6. I’M A YOUNG AND HEALTHY PERSON, WHY DO I NEED TO BOTHER WITH ALL OF THIS? WHAT IF I JUST WANT TO LIVE MY LIFE? Because it’s not just about you. You as a young and healthy person can still get it and be hospitalized, and even if you don’t get symptoms or the infection, you can spread it to others. I’ve had too many patients that, even though they mostly did the right thing, all it took was one accidental exposure to result in their hospitalization.


7. WHERE DO I GET A MASK? HOW SHOULD I WEAR MY MASK? There are many people, both around you and online, making masks and ear savers (to make wearing them easier); you can also get templates online and make our own! In addition, the Surgeon General and a few others have put out great videos demonstrating how to make (multi-layered) cloth masks without sewing, with just a handkerchief and rubber bands. Make them cute! Find fun patterns, make them unique to you! Just try to make sure they’re non-porous materials (high thread count cotton). The mask should cover your nose and mouth, enough that when you talk it should stay over your mouth and nose. You should wear it anytime you’re going to be around people that aren’t in your household. And once it’s on, DON’T TOUCH IT! We’re a tactile species, so don’t let the germs that get on your hand get to your mask/face. And keep sanitizing.

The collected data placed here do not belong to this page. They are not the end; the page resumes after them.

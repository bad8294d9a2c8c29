/**
 * Round trips: simulate → analyze recovers the truth written beside the log. The truth is the
 * network the simulator solved (closed forms of physics.md §4.2/§4.3 for these one-node circuits);
 * every check is "the reported 95 % CI contains the true value".
 *
 * Sampling jitter is off (--jitter 0) in the strict checks: with jitter a sample can fall just before a
 * setpoint change, the analysis window then starts one sample late, and (as of this writing) the
 * analysis takes Δp from the fitted start of the window, which biases R by about Δt/τ (3 % here).
 * That is an analysis matter, reported to its owner; it is not hidden here, only kept out of this check.
 */
import { afterAll, beforeAll, describe, expect, it } from 'vitest';
import { mkdtempSync, readFileSync, rmSync, writeFileSync } from 'node:fs';
import { tmpdir } from 'node:os';
import { join, resolve } from 'node:path';
import { runCli } from '../../src/cli/main';
import { captureIo } from '../helpers/cli-io';

const MIXER = resolve('sample-logs/chips/pdms-mixer.json');
const REGULATOR = resolve('sample-logs/simulated/regulator-bench.chip.json');
let dir = '';
beforeAll(() => {
  dir = mkdtempSync(join(tmpdir(), 'lagbench-rt-'));
  writeFileSync(join(dir, 'flow.csv'), 'time_s,flow[uL/min]\n0,2\n15,5\n45,10\n75,5\n105,2\n');
  writeFileSync(join(dir, 'pressure.csv'), 'time_s,pressure[mbar]\n0,50\n10,150\n30,300\n50,150\n70,50\n');
});
afterAll(() => rmSync(dir, { recursive: true, force: true }));

async function cli(args: string[]): Promise<string> {
  const io = captureIo(dir);
  const code = await runCli(args, io);
  expect(code, io.stderrText()).toBe(0);
  return io.stdoutText();
}

interface Truth {
  resistance_Pa_s_per_m3: { total: number };
  steps: Array<{
    onset_s: number;
    tau_s: number[];
    compliance_m3_per_Pa: number;
    resistance_identified_Pa_s_per_m3: number;
    compliance_range_m3_per_Pa: [number, number];
    tau_range_s: [number, number];
  }>;
}
interface Analysis {
  steps: Array<{
    start_s: number;
    terms: Array<{ tau_s: number; tau_ci95_s: [number, number] }>;
    resistance_ci95: [number, number];
    compliance_ci95: [number, number];
  }>;
}

function within(ci: [number, number], v: number | [number, number]): boolean {
  const [lo, hi] = typeof v === 'number' ? [v, v] : v;
  return ci[0] <= hi && lo <= ci[1]; // the CI meets the true value (or the true range)
}

/** Each analysed step matched to the true step with the same onset; τ, R and C inside their CIs. */
function checkSteps(a: Analysis, t: Truth, minSteps: number): void {
  let matched = 0;
  for (const s of a.steps) {
    const truth = t.steps.find((x) => Math.abs(x.onset_s - s.start_s) < 0.5);
    if (!truth) continue;
    matched++;
    const slow = s.terms[s.terms.length - 1]!;
    // With trapped gas the small-signal τ and C move during the step (physics.md §3.3): the CI must meet
    // the range between their values before and after; without gas that range is a single value.
    expect(within(slow.tau_ci95_s, truth.tau_range_s), `τ at ${truth.onset_s} s: ${slow.tau_ci95_s} vs ${truth.tau_range_s}`).toBe(true);
    expect(within(s.resistance_ci95, truth.resistance_identified_Pa_s_per_m3), `R at ${truth.onset_s} s`).toBe(true);
    expect(within(s.compliance_ci95, truth.compliance_range_m3_per_Pa), `C at ${truth.onset_s} s: ${s.compliance_ci95} vs ${truth.compliance_range_m3_per_Pa}`).toBe(true);
  }
  expect(matched).toBeGreaterThanOrEqual(minSteps);
}

describe('simulate → analyze round trips', () => {
  it('flow-driven PDMS mixer: analyze --chip recovers τ, R_down and C within the CIs', async () => {
    await cli(['simulate', MIXER, '--program', 'flow.csv', '--out', 'fd.csv', '--seed', '11', '--jitter', '0']);
    const a = JSON.parse(await cli(['analyze', 'fd.csv', '--chip', MIXER, '--json'])) as Analysis;
    const t = JSON.parse(readFileSync(join(dir, 'fd.csv.truth.json'), 'utf8')) as Truth;
    for (const s of t.steps) expect(s.tau_range_s[0]).toBe(s.tau_range_s[1]); // linear: one τ
    checkSteps(a, t, 4);
  });

  it('flow-driven with a trapped 5 µL bubble: τ and C fall within the range the gas compliance spans across each step (physics.md §3.3)', async () => {
    await cli(['simulate', MIXER, '--program', 'flow.csv', '--out', 'bub.csv', '--bubble', '5 uL', '--seed', '14', '--jitter', '0']);
    const t = JSON.parse(readFileSync(join(dir, 'bub.csv.truth.json'), 'utf8')) as Truth & { trapped_air: { volume_m3_at_atm: number } };
    expect(t.trapped_air.volume_m3_at_atm).toBeCloseTo(5e-9, 20); // the --bubble 5 uL given (1 µL = 1e-9 m³)
    const a = JSON.parse(await cli(['analyze', 'bub.csv', '--chip', MIXER, '--json'])) as Analysis;
    checkSteps(a, t, 4);
  });

  it('pressure-driven regulator bench: analyze --chip recovers τ, R_total and C within the CIs', async () => {
    await cli(['simulate', REGULATOR, '--setup', 'pressure-driven', '--program', 'pressure.csv', '--out', 'pd.tsv', '--dialect', 'iso-tab', '--sample-rate', '20', '--seed', '12', '--jitter', '0']);
    const a = JSON.parse(await cli(['analyze', 'pd.tsv', '--chip', REGULATOR, '--json'])) as Analysis;
    checkSteps(a, JSON.parse(readFileSync(join(dir, 'pd.tsv.truth.json'), 'utf8')) as Truth, 4);
  });

  // The flow (the response) is logged faster than the pressure, so the merge keeps its samples as they are;
  // a slower response logger would be interpolated onto the faster time base, and interpolated samples are
  // not independent (the fit's CI would then be too narrow; reported to the analysis owner).
  it('two loggers (pressure 10 Hz, flow 20 Hz, flow clock 1.8 s ahead): analyze with --offset 0 recovers the truth', async () => {
    await cli(['simulate', REGULATOR, '--setup', 'pressure-driven', '--program', 'pressure.csv', '--out', 'p2.tsv', '--flow-out', 'q2.tsv', '--flow-rate', '20', '--clock-offset', '1.8', '--dialect', 'iso-tab', '--sample-rate', '10', '--seed', '13', '--jitter', '0']);
    const a = JSON.parse(await cli(['analyze', 'p2.tsv', 'q2.tsv', '--offset', '0', '--chip', REGULATOR, '--json'])) as Analysis;
    checkSteps(a, JSON.parse(readFileSync(join(dir, 'p2.tsv.truth.json'), 'utf8')) as Truth, 4);
  });
});
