import { describe, expect, it } from 'vitest';
import { mkdtempSync, readFileSync, rmSync } from 'node:fs';
import { tmpdir } from 'node:os';
import { join, resolve } from 'node:path';
import { runCli } from '../../src/cli/main';
import { captureIo } from '../helpers/cli-io';

const CHIP = resolve('sample-logs/chips/pdms-mixer.json');

// Exit codes (0 = ok, 2 = bad input or usage) and message wording are the project's own conventions
// (team brief, DEVELOPERS.md); expected values come from the invented sample logs or the texts written here,
// converted with the unit definitions noted beside each check.

async function run(args: string[], cwd = process.cwd()): Promise<{ code: number; out: string; err: string }> {
  const io = captureIo(cwd);
  const code = await runCli(args, io);
  return { code, out: io.stdoutText(), err: io.stderrText() };
}

describe('lagbench whatif', () => {
  it('whatif(--vary bubble volume --json) reports τ = R_down·C rising with the bubble (physics.md §3.3, §4.2)', async () => {
    const r = await run(['whatif', CHIP, '--vary', 'bubble.volume=0:10uL:3', '--json', '--target-t95', '13']);
    expect(r.code).toBe(0);
    const j = JSON.parse(r.out) as { rows: Array<{ value: number; tau_s: { nominal: number }; t95_s: { nominal: number }; compliance_m3_per_Pa: { nominal: number }; resistance_seen_by_node_Pa_s_per_m3: number; meets_target: boolean }>; meeting_ranges: number[][] };
    expect(j.rows).toHaveLength(3);
    for (const row of j.rows) {
      expect(row.tau_s.nominal / (row.compliance_m3_per_Pa.nominal * row.resistance_seen_by_node_Pa_s_per_m3)).toBeCloseTo(1, 10);
      expect(row.t95_s.nominal / row.tau_s.nominal).toBeCloseTo(2.9957, 4); // physics.md §4.1
    }
    // The description's operating pressure is 150 mbar on 1013 mbar ambient: C_gas = V·p_atm/p_abs².
    const dC = j.rows[2]!.compliance_m3_per_Pa.nominal - j.rows[0]!.compliance_m3_per_Pa.nominal;
    expect(dC / ((1e-8 * 101300) / 116300 ** 2)).toBeCloseTo(1, 8);
    // Target 13 s is a test input chosen between the rows' t95 values; the bubble-free end meets it.
    expect(j.rows.map((x) => x.meets_target)).toEqual([true, true, false]);
    expect(j.meeting_ranges).toHaveLength(1);
    expect(j.meeting_ranges[0]![0]).toBe(0);
  });

  it('whatif(table, --responses) prints the sweep with the caution and writes overlayable step responses', async () => {
    const dir = mkdtempSync(join(tmpdir(), 'lagbench-whatif-'));
    try {
      const r = await run(['whatif', CHIP, '--vary', '1 mL plastic syringe.kind=plastic,glass', '--target-t95', '5', '--responses', 'resp.csv'], dir);
      expect(r.code).toBe(0);
      expect(r.out).toMatch(/t95 ≤ 5 s with: glass/);
      expect(r.out).toMatch(/Caution: pressurised fluidics/);
      const lines = readFileSync(join(dir, 'resp.csv'), 'utf8').trim().split('\n');
      expect(lines[0]).toBe('time_s,fraction at plastic,fraction at glass');
      expect(lines).toHaveLength(302); // header + 301 points (the command's curve resolution)
      const last = lines[lines.length - 1]!.split(',').map(Number);
      expect(last[1]).toBeGreaterThan(0.95); // 1.5 × the slowest t95: past 95 % (physics.md §4.1)
    } finally {
      rmSync(dir, { recursive: true, force: true });
    }
  });

  it('whatif(bad --vary) exits 2 with the reason', async () => {
    const r = await run(['whatif', CHIP, '--vary', 'nosuch.length=1m:2m']);
    expect(r.code).toBe(2);
    expect(r.err).toMatch(/no element 'nosuch'/);
    expect((await run(['whatif', CHIP])).err).toMatch(/--vary/);
    expect((await run(['whatif', CHIP, '--vary', 'bubble.length=1m:2m'])).code).toBe(2);
  });
});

8. WHAT ABOUT CARBON DIOXIDE POISONING FROM THE MASK? That doesn’t actually happen. The one study that seemed to point to that had less than ten patients, used a different mask, and results are unable to be replicated in subsequent studies. Besides, if surgical masks caused carbon dioxide poisoning, surgeons would be suffering its effects every day. That doesn’t happen. Not even after the longest of surgeries.


As always, ask questions. I know this is a frustrating time, and no one actually wants to wear a mask or take these other precautions. We wouldn’t be recommending or pushing for this if the situation wasn’t still potentially dangerous. And as things reopen, businesses are doing their best to make things work and keep their customers safe. So do try to cut them some slack! Credit to Dr. Megan Ranney for sharing the article.


UPDATE 7/21:

1. There are few, if any, medical exemptions to wearing a mask. People with asthma, COPD, and cystic fibrosis can all wear masks. If you have a condition where your breathing is made more difficult by just putting on a mask, you should not be walking around a store or other public place. You should consider going to see your doctor/NP/PA. Also, the ADA does not provide any grounds for you to walk around without a mask.


2. If you feel lightheaded or your anxiety is exacerbated by a mask, you should seek out alternate means of making your purchase - curbside pickup, delivery, friends. And, for a lack of better option, see your counselor/psychiatrist, because unfortunately the need is not going away.


3. Cloth and surgical masks do not filter gas molecules. So they cannot affect your oxygen or carbon dioxide levels. They cannot affect your oxygen or carbon dioxide levels. They cannot affect your oxygen or carbon dioxide levels.


4. Every major medical body, as well as the CDC (despite attempts to discredit them), NIOSH, and OSHA, all recommend the use of masks.


5. Again, cloth/surgical masks protect others from your oral/nasal droplets. If you happen to be an asymptomatic carrier, the mask is a simple way to help ensure that others do not get infected (not 100% effective, but at least it’s something). Others wearing masks protect you from their droplets. If everyone wears masks, we can prevent the spread.